Autolyci De vario ortu et occasu astrorum inerrantium libri dvo nunc primum de graeca lingua in latinam conuersi … de Vaticana Bibliotheca deprompti. Josepho Avria, neapolitano, interprete. Rome, Vincenzo Accolti, 1588.
£7500
Editio princeps, very rare, of Autolycus' work On the Rising and Setting of the Fixed Stars, and one of several Greek scientific classics including Euclid's Elements that first appeared in Latin translation well before their first printings in the original Greek.
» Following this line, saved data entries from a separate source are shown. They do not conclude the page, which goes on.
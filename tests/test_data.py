"""Tables in: reading, schema, binning and codes, checked against numpy, pyarrow and a real data file."""
import json

import numpy as np
import pyarrow as pa
import pyarrow.csv as pacsv
import pyarrow.parquet as pq
import pytest

from baggr.data import MISSING, OTHER, ArrayTable, Binning, Schema, encode, fit_binning, fit_schema, read_table
from baggr.errors import ConfigError, DataError, ModelFileError

import naive


def prepared(X, y, bins=255, **kw):
    schema, targets = fit_schema(X, y, **kw)
    binning = fit_binning(X, schema, bins=bins)
    return schema, targets, binning, encode(X, schema, binning)


# ---- binning -----------------------------------------------------------------------------------

def test_codes_equal_numpy_searchsorted_and_nan_is_missing():
    rng = np.random.default_rng(3)
    X = rng.standard_normal((5000, 3)) * [1.0, 100.0, 1e-3]
    X[rng.random(5000) < 0.1, 1] = np.nan
    _, _, b, codes = prepared(X, rng.integers(0, 2, 5000), bins=32)
    assert codes.shape == (3, 5000) and codes.dtype == np.uint8 and codes.flags.c_contiguous
    for j in range(3):
        x = X[:, j]
        want = np.searchsorted(b.edges[j], x, side="right")  # numpy as the reference for the code rule
        ok = ~np.isnan(x)
        np.testing.assert_array_equal(codes[j, ok], want[ok])
        assert np.all(codes[j, ~ok] == MISSING)  # NaN is missing: the brief's rule, 255
        assert b.n_bins[j] == len(b.edges[j]) + 1 <= 32
    # Definition, one value at a time (tests/naive.py): code = number of edges <= value.
    assert [naive.bin_code(v, b.edges[1]) for v in X[:200, 1]] == codes[1, :200].tolist()


def test_continuous_quantile_edges_give_equal_bins():
    rng = np.random.default_rng(4)
    x = rng.standard_normal(255 * 400)
    _, _, b, codes = prepared(x[:, None], rng.integers(0, 2, len(x)))
    q = np.unique(np.quantile(x, np.arange(1, 255) / 255))  # numpy's quantiles as the reference
    np.testing.assert_array_equal(b.edges[0], q)
    counts = np.bincount(codes[0], minlength=255)
    # Quantile bins of continuous data hold n/bins rows each, up to interpolation (definition of quantiles).
    assert b.n_bins[0] == 255 and counts.min() >= 398 and counts.max() <= 402


def test_few_distinct_values_give_one_bin_each_with_midpoint_edges():
    rng = np.random.default_rng(5)
    values = np.array([-3.0, 0.0, 0.5, 2.0, 10.0, 1e6])
    x = rng.choice(values, 3000)
    _, _, b, codes = prepared(x[:, None], rng.integers(0, 2, 3000), bins=8)
    np.testing.assert_array_equal(b.edges[0], (values[:-1] + values[1:]) / 2)  # midpoints (the brief's rule)
    assert b.n_bins[0] == 6
    for k, v in enumerate(values):
        assert set(codes[0, x == v].tolist()) == {k}  # one bin per distinct value


def test_adjacent_floats_stay_in_separate_bins():
    # The midpoint of two adjacent doubles rounds onto one of them (IEEE 754 rounding; from memory).
    a = 1.0
    c = np.nextafter(a, 2.0)
    x = np.array([a, c] * 50)
    _, _, b, codes = prepared(x[:, None], np.arange(100) % 2)
    assert b.n_bins[0] == 2
    assert set(codes[0, x == a].tolist()) == {0} and set(codes[0, x == c].tolist()) == {1}


def test_infinities_go_to_end_bins_and_do_not_move_edges():
    x = np.array([np.inf, -np.inf, 1.0, 2.0, 3.0, np.nan] * 10)
    _, _, b, codes = prepared(x[:, None], np.arange(60) % 2)
    np.testing.assert_array_equal(b.edges[0], [1.5, 2.5])  # midpoints of the finite values only
    assert codes[0, 0] == 2 and codes[0, 1] == 0 and codes[0, 5] == MISSING  # +inf top, -inf bottom, NaN 255


def test_all_missing_and_constant_columns_have_one_bin():
    X = np.column_stack([np.full(50, np.nan), np.full(50, 7.0), np.arange(50.0)])
    _, _, b, codes = prepared(X, np.arange(50) % 2)
    assert b.n_bins.tolist()[:2] == [1, 1]
    assert np.all(codes[0] == MISSING) and np.all(codes[1] == 0)  # the brief's rules for these columns


def test_more_distinct_values_than_bins_caps_the_bins():
    x = np.arange(1001.0)
    _, _, b, codes = prepared(x[:, None], np.arange(1001) % 2, bins=10)
    # Deciles of 0..1000 are 100, 200, ..., 900 (numpy's quantile as reference), data values themselves:
    # a value equal to an edge goes above it (code <= t exactly when value < edges[t]).
    np.testing.assert_array_equal(b.edges[0], np.quantile(x, np.arange(1, 10) / 10))
    np.testing.assert_array_equal(b.edges[0], np.arange(100.0, 1000.0, 100.0))
    assert b.n_bins[0] == 10 and codes[0, 99] == 0 and codes[0, 100] == 1 and codes[0, 1000] == 9


def test_rare_values_kept_when_sampling_a_large_column():
    # Over 200,000 rows the quantiles look at a sample of 4 in 5 rows; 30 values seen once each must
    # still get their own bins (a sample would miss some: all 30 are in it with chance 0.8**30 ~ 0.1%).
    n = 250_000
    x = np.zeros(n)
    x[: n // 2] = 1.0
    x[np.arange(30) * 8000 + 7] = 10.0 + np.arange(30)
    s, _ = fit_schema(x[:, None], np.arange(n) % 2)
    b = fit_binning(x[:, None], s)
    u = np.concatenate(([0.0, 1.0], 10.0 + np.arange(30)))
    np.testing.assert_array_equal(b.edges[0], (u[:-1] + u[1:]) / 2)  # midpoints of all 32 values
On Risings and Settings is strictly astronomical and consists of two complementary treatises or “books.” True and apparent morning and evening risings and settings of stars are distinguished. Autolycus assumes that the celestial sphere completes one revolution during a day and a night; that the sun moves in a direction opposite to the diurnal rotation and traverses the ecliptic in one year; that by day the stars are not visible above the horizon owing to the light of the sun; and that a star above the horizon is visible only if the sun is 15° or more below the horizon measured along the zodiac (i.e., half a zodiacal sign or more).
‘The theorems are closely interrelated. Autolycus explains, for example, that the rising of a star is visible only between the visible morning rising and the visible evening rising, a period of less than half a year; similarly, he shows that the setting of a star is visible only in the interval from the visible morning setting to the visible evening setting, again a period of less than half a year. Another theorem states that the time from visible morning rising to visible morning setting is more than, equal to, or less than half a year if the star is north of, on, or south of the ecliptic, respectively’ (DSB).
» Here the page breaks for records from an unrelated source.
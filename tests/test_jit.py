"""baggr.jit: borrowed views (arrays numba keeps no reference count for)."""
import sys

import numba
import numpy as np
import pytest

from baggr.jit import borrow


@numba.njit
def _fill(a, pair):
    b = borrow(a)
    x, y = borrow(pair)
    for i in range(b.shape[0]):
        b[i] = i
        x[i] = 2.0 * i
    return y.sum() + x.shape[0]


def test_borrowed_views_share_memory_and_leave_reference_counts_alone():
    a, x, y = np.zeros(5), np.zeros(5), np.ones(3)
    pair = (x, y)
    before = [sys.getrefcount(v) for v in (a, x, y)]
    for _ in range(200):
        got = _fill(a, pair)
    # the views write through to the caller's arrays and read their contents and shapes (numpy sees them)
    np.testing.assert_array_equal(a, np.arange(5.0))
    np.testing.assert_array_equal(x, 2.0 * np.arange(5.0))
    assert got == 3.0 + 5
    # no reference taken or dropped over 200 calls (CPython's own count; common practice, no source)
    assert [sys.getrefcount(v) for v in (a, x, y)] == before


def test_borrow_takes_arrays_or_tuples_of_arrays_only():
    @numba.njit
    def bad(v):
        return borrow(v)

    with pytest.raises(numba.core.errors.TypingError):
        bad(3.0)
    with pytest.raises(numba.core.errors.TypingError):
        bad((np.zeros(2), 1.0))
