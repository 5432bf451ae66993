"""Two real open tables, trained on as a new user would, through the real `baggr` executable, without
editing them: seattle-weather.csv (daily weather in Seattle, 2012-2015, a date column and a 5-class
`weather` target) and cars.json (406 cars with a name, a model year as a date and numeric targets such
as Horsepower, 6 of them missing), as shipped by the PyPI package vega_datasets 0.9.0."""
import json
import os
import subprocess
import sys
from pathlib import Path

import numpy as np
import pyarrow as pa
import pyarrow.compute as pc
import pyarrow.csv as pacsv
import vega_datasets

import baggr

DATA = Path(vega_datasets.__file__).parent / "_data"
BAGGR = [sys.executable, "-m", "baggr.cli"]


def baggr_cmd(*args):
    return subprocess.run([*BAGGR, *map(str, args)], capture_output=True, text=True, timeout=300,
                          env=dict(os.environ))


def test_seattle_weather_trains_as_shipped_with_its_dates(tmp_path):
    src = DATA / "seattle-weather.csv"          # vega_datasets 0.9.0: date,precipitation,temp_max,temp_min,wind,weather
    rd = tmp_path / "weather"
    r = baggr_cmd("train", src, "--target", "weather", "--members", 60, "--run-dir", rd)
    assert r.returncode == 0, r.stderr
    ens = baggr.load(rd)
    # the file's own counts of each weather class (read by pyarrow, not by baggr)
    t = pacsv.read_csv(src, convert_options=pacsv.ConvertOptions(column_types={"date": pa.string()}))
    counts = {v["values"]: v["counts"] for v in pc.value_counts(t.column("weather")).to_pylist()}
    assert t.num_rows == 1461 and ens.classes == sorted(counts) == ["drizzle", "fog", "rain", "snow", "sun"]
    assert list(ens.oob.class_rows) == [counts[c] for c in ens.classes]
    # its dates are written 2012/01/01: read as dates all the same, the first day a Sunday (weekday 6)
    assert ens.schema.dates == [{"column": "date", "parts": ["days", "day_of_year", "weekday"]}]
    assert t.column("date")[0].as_py() == "2012/01/01"
    # far better than always saying the most common class (sun: 714 of 1461 days)
    majority = 1 - max(counts.values()) / t.num_rows
    assert round(majority, 4) == 0.5113 and ens.oob.error < 0.6 * majority, ens.oob.error
    r = baggr_cmd("predict", rd, src, "--out", tmp_path / "p.csv", "--keep", "date")
    assert r.returncode == 0 and r.stderr == "", r.stderr
    assert pacsv.read_csv(tmp_path / "p.csv", convert_options=pacsv.ConvertOptions(
        column_types={"date": pa.string()})).column("date").to_pylist() == t.column("date").to_pylist()


def test_cars_train_with_drop_and_the_task_the_messages_name(tmp_path):
    rows = json.loads((DATA / "cars.json").read_text())    # vega_datasets 0.9.0: 406 cars
    data = tmp_path / "cars.csv"
    pacsv.write_csv(pa.Table.from_pylist(rows), data)     # the same table as CSV; no column changed
    common = ("--target", "Horsepower", "--members", 40)
    r = baggr_cmd("train", data, *common, "--run-dir", tmp_path / "a")
    assert r.returncode == 2 and "column 'Name' looks like an identifier" in r.stderr and "--drop Name" in r.stderr
    r = baggr_cmd("train", data, *common, "--drop", "Name", "--run-dir", tmp_path / "b")
    assert r.returncode == 2 and "target 'Horsepower' holds 93 distinct whole numbers in 400 rows" in r.stderr
    assert "--task regression" in r.stderr
    rd = tmp_path / "c"
    r = baggr_cmd("train", data, *common, "--drop", "Name", "--task", "regression", "--run-dir", rd)
    assert r.returncode == 0, r.stderr
    hp = [c["Horsepower"] for c in rows]
    assert sum(v is None for v in hp) == 6
    assert "warning: left out 6 of 406 rows whose target 'Horsepower' is missing" in r.stdout.splitlines()
    ens = baggr.load(rd)
    assert ens.task == "regression" and ens.oob.left_out.shape == (400,)
    assert ens.schema.dates == [{"column": "Year", "parts": ["days", "day_of_year", "weekday"]}]
    # engine size, weight and cylinders say most of a car's horsepower: the OOB error is a small part of
    # the target's variance (numpy's), i.e. R2 well above 0.8
    var = float(np.var([v for v in hp if v is not None]))
    assert ens.oob.error < 0.2 * var, (ens.oob.error, var)
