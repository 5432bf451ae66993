"""Slow statistical checks are marked `bench`: they run with `pytest --bench` (see README)."""
import pytest


def pytest_addoption(parser):
    parser.addoption("--bench", action="store_true", help="also run the slow statistical checks marked bench")


def pytest_collection_modifyitems(config, items):
    if config.getoption("--bench"):
        return
    skip = pytest.mark.skip(reason="a slow statistical check: run with --bench")
    for item in items:
        if "bench" in item.keywords:
            item.add_marker(skip)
BRAHE, Tycho. Opera omnia, sive astronomiae instauratae progymnasmata. In duas partes distributa, quorum prima De restitutione motuum solis & lunae, stellarumque ... secunda autem de mundi aetherei ... Frankfurt, Johannes Godofred Schönwetter, 1648.
p.o.a.
A wonderful copy, beautifully bound in French red morocco – apparently by the Peiresc binder - at an early date for François de Rignac (1580-1663), Attorney General of the Cour des Aides de Montpellier, with his gilt arms on covers, of the first edition of Tycho’s Works, comprising his two most significant publications, the Progymnasmata (1602) and De mundi aetherei (1603), together ‘the foundation on which Kepler, and later Newton, built their astronomical systems’ (Sparrow).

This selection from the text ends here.